G&A was up as a result of increased professional fees and investment research costs were higher as a result of lower soft dollar credit. So that rounds out G&A and then finally is the increased amortization of intangibles related to Jamison. So for the year reported consolidated net income was $11.1 million. That compared to $10.7 million in 2014.
Our reported net income attributable to the Class A shareholders for 2015 was $5.3 million or $0.68 per basic and diluted Class A share. Adjusted EBITDA for 2015 was $21.9 million or 29.1% of revenue and this compared to $21.1 million or 30.4% of revenue for 2014.
Adjusted net income for 2015 was $10.7 million or $0.84 per adjusted basic share and $0.78 per adjusted diluted share. Looking at the balance sheet, our total assets as of 12/31/2015 were $108.2 million compared to $99.7 million a year earlier. Cash and cash equivalents were $31.6 million at the end of 2015.
That compared to $30.8 million in the prior year and our notes payable was $4.5 million as of the end of 2015 compared to the prior year which was $4.1 million. And total Class A stock holders equity at the end of 2015 was $45.8 million. That concludes my remarks. I'll turn it over to Rick and then we'll go into Q&A..
Thanks very much, Scott.
We are now ready to take questions?.
[Operator Instructions] Our first question comes from Steven Schwartz of Raymond James. Your line is open..
Thank you, operator..
Good morning Steven..
Good morning guys.
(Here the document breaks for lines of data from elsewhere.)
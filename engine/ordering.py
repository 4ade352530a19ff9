"""Node-to-unknown numbering for a distributed solve: a bandwidth-reducing graph ordering.

A distributed solve gives every process a contiguous block of the unknowns. Numbering the
unknowns in reverse Cuthill–McKee order (E. Cuthill & J. McKee, "Reducing the bandwidth of sparse
symmetric matrices", Proc. 24th ACM National Conference, 1969; reversed as proposed by A. George,
1971) keeps the unknowns of each block close in the graph, so contiguous blocks are compact
regions with short boundaries: few matrix entries couple two processes. The ordering is
:func:`scipy.sparse.csgraph.reverse_cuthill_mckee`.
"""

from __future__ import annotations

from dataclasses import dataclass

import numpy as np
from scipy.sparse.csgraph import reverse_cuthill_mckee

from .formulation import ReducedSystem


@dataclass(frozen=True)
class NodeUnknowns:
    """What every node needs for its potential: ``V = x[unknown] + offset`` when ``unknown`` is
    at least 0, else ``held + offset``.

    Attributes
    ----------
    unknown : ndarray of int64, shape (n,)
        Unknown of the node's supernode in graph order, -1 where the potential is held.
    held : ndarray of float64, shape (n,)
        Held potential of the node's supernode (reference or pinned island); NaN where free.
    offset : ndarray of float64, shape (n,)
        ``V(node) - U[supernode(node)]`` from the contraction.
    """

    unknown: np.ndarray
    held: np.ndarray
    offset: np.ndarray


def node_unknowns(system: ReducedSystem) -> NodeUnknowns:
    """Number the unknowns of ``system`` in reverse Cuthill–McKee order and map every node."""
    order = reverse_cuthill_mckee(system.matrix.tocsr(), symmetric_mode=True)
    rank = np.empty(order.size, np.int64)
    rank[order] = np.arange(order.size)
    supernode = system.contraction.supernode
    per_supernode = np.full(system.contraction.n_supernodes, -1, np.int64)
    per_supernode[system.free] = rank
    return NodeUnknowns(per_supernode[supernode], system.known_potential[supernode],
                        system.contraction.offset)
A few for you here, first I think these will all be for Scott, the effective fee rate in the quarter looked like it was high.
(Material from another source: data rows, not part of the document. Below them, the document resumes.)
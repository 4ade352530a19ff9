"""ohmgraph.engine: pure computation on arrays (no file I/O, no printing).

The network model, well-posedness checks, contraction of sources, the reduced nodal system,
solvers, recovery of branch quantities with residual checks, effective-resistance queries, and
readings against the model (comparison, adjoint sensitivities, single-fault diagnosis).
"""

import importlib
import os

from .numba_cache import ensure_cache_dir

ensure_cache_dir(os.path.dirname(__file__))    # before any kernel is defined (read-only installs)

# ``solve`` is both a module and the function it defines: importing the function here keeps the
# package attribute the function, whatever is imported later.
from .solve import NetworkNotSolvable, Solution, solve

# Public name -> the module (relative to this package) that defines it. Names are imported on
# first use, so a command that needs only the checks does not load the solvers, multigrid or
# scipy.stats (start-up time: benchmarks/README.md).
_EXPORTS = {
    **dict.fromkeys(["Network", "RESISTOR", "VOLTAGE_SOURCE", "CURRENT_SOURCE", "KIND_LETTERS"],
                    ".network"),
    **dict.fromkeys(["check", "CheckReport", "Finding"], ".checks"),
    **dict.fromkeys(["SolveSession", "SessionStats", "solve_spd"], ".session"),
    **dict.fromkeys(["SOLVERS", "SPDSolver", "SolveInfo", "SolverFailed", "DEFAULT_RTOL"],
                    ".solvers"),
    **dict.fromkeys(["Readings", "ReadingModel", "build_model", "compare", "Comparison",
                     "conductance_sensitivity", "resistance_sensitivity", "tolerance_spread",
                     "ToleranceSpread", "monte_carlo", "MonteCarloSpread", "diagnose",
                     "Diagnosis", "Hypothesis"], ".readings"),
    **dict.fromkeys(["ResistanceSolver", "PairResistances", "ResistorResistances",
                     "KirchhoffIndex", "kron_reduction", "reduced_resistances"], ".resistance"),
}

__all__ = ["solve", "Solution", "NetworkNotSolvable", *_EXPORTS]


def __getattr__(name):
    if name not in _EXPORTS:
        raise AttributeError(f"module {__name__!r} has no attribute {name!r}")
    return getattr(importlib.import_module(_EXPORTS[name], __name__), name)


def __dir__():
    return sorted(list(globals()) + __all__)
I know that investment advisory fees were based off of a quarterly beginning AUM, but the number still looked high to me, just wondering if there is anything there?.
No, nothing unusual that would have [indiscernible] the effective fee rate differently..
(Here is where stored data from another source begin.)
@dataclass(frozen=True)
class Finding:
    """One result of a check.

    Attributes
    ----------
    severity : {"error", "warning", "info"}
    code : str
        Stable identifier (for example ``"kvl-violation"``).
    message : str
        One sentence for a person.
    nodes, branches : ndarray of int64
        Every node / branch index involved (renderers show the first few and the count).
    """

    severity: str
    code: str
    message: str
    nodes: np.ndarray = field(default_factory=lambda: np.empty(0, np.int64))
    branches: np.ndarray = field(default_factory=lambda: np.empty(0, np.int64))


@dataclass
class CheckReport:
    """All findings for a network, its summary, and the contraction later stages reuse."""

    findings: list
    summary: dict
    contraction: Contraction | None
    pinned_nodes: np.ndarray

    @property
    def solvable(self) -> bool:
        """True when no finding is an error."""
        return not any(f.severity == ERROR for f in self.findings)

    def of_severity(self, severity: str) -> list:
        return [f for f in self.findings if f.severity == severity]


def _indices(mask_or_index) -> np.ndarray:
    arr = np.asarray(mask_or_index)
    return np.flatnonzero(arr).astype(np.int64) if arr.dtype == bool else arr.astype(np.int64)


# 64-bit FNV-1a (Fowler, Noll & Vo; http://www.isthe.com/chongo/tech/comp/fnv/), one step per
# UCS-4 code unit.
FNV_OFFSET = np.uint64(0xCBF29CE484222325)
FNV_PRIME = np.uint64(0x100000001B3)


def string_hashes(strings: np.ndarray, kernel: bool = True) -> np.ndarray:
    """64-bit FNV-1a hash of every entry of a NumPy unicode array (equal strings hash equal):
    compiled, one pass over the text in memory order (:func:`string_hashes_kernel`), or with
    ``kernel=False`` vectorised over entries, one pass per character position
    (:func:`string_hashes_reference`)."""
    strings = np.ascontiguousarray(strings, dtype=str)
    codes = strings.view(np.uint32).reshape(strings.size, strings.dtype.itemsize // 4)
    return string_hashes_kernel(codes) if kernel else string_hashes_reference(codes)


@numba.njit(cache=True)
def string_hashes_kernel(codes):
    """FNV-1a over the rows of ``codes`` (UCS-4 code units, one string per row)."""
    hashes = np.empty(codes.shape[0], np.uint64)
    for row in range(codes.shape[0]):
        value = FNV_OFFSET
        for column in range(codes.shape[1]):
            value = (value ^ np.uint64(codes[row, column])) * FNV_PRIME
        hashes[row] = value
    return hashes


def string_hashes_reference(codes: np.ndarray) -> np.ndarray:
    """:func:`string_hashes_kernel` in NumPy, one pass per column."""
    hashes = np.full(codes.shape[0], FNV_OFFSET, np.uint64)
    for column in codes.T:
        hashes ^= column
        hashes *= FNV_PRIME
    return hashes


def repeated_strings(strings: np.ndarray) -> tuple[np.ndarray, int]:
    """Indices of the entries whose text occurs more than once, and how many distinct texts do.

    Sorting 64-bit hashes (:func:`string_hashes`) finds the candidates; only entries whose hash
    repeats are compared exactly (:func:`numpy.unique`), so a hash collision costs time, never
    a wrong answer. Same result as :func:`repeated_strings_reference`.
    """
    hashes = string_hashes(strings)
    ordered = np.sort(hashes)
    clashes = ordered[1:][ordered[1:] == ordered[:-1]]
    if clashes.size == 0:
        return np.empty(0, np.int64), 0
    return _repeated_among(strings, np.flatnonzero(np.isin(hashes, clashes)))


def repeated_strings_reference(strings: np.ndarray) -> tuple[np.ndarray, int]:
    """:func:`repeated_strings` by sorting the text itself (:func:`numpy.unique`)."""
    return _repeated_among(strings, np.arange(len(strings)))


def _repeated_among(strings: np.ndarray, candidates: np.ndarray) -> tuple[np.ndarray, int]:
    _, inverse, counts = np.unique(np.asarray(strings)[candidates], return_inverse=True,
                                       return_counts=True)
    return candidates[counts[inverse.reshape(-1)] > 1].astype(np.int64), int((counts > 1).sum())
Scott, did Jameson have something maybe to do with that, I have in my notes in the third quarter that you cited Jamison for a pop up in there, would that still be running through, maybe that's it?.
That wouldn’t, it wouldn’t be anything meaningful. So yes, there is nothing specific that I could think of that would have driven the fee rate up..
Okay, and then on the comp it was low in the quarter.
Just to make sure here, this was mostly caused by reversal of bonus accruals?.
Yes, right, so we – our cash compensation ratio for the year came out to about 54.5% for the full year, so yes you saw as we typically would have adjustments in the fourth quarter so you saw a bit of a reversal there..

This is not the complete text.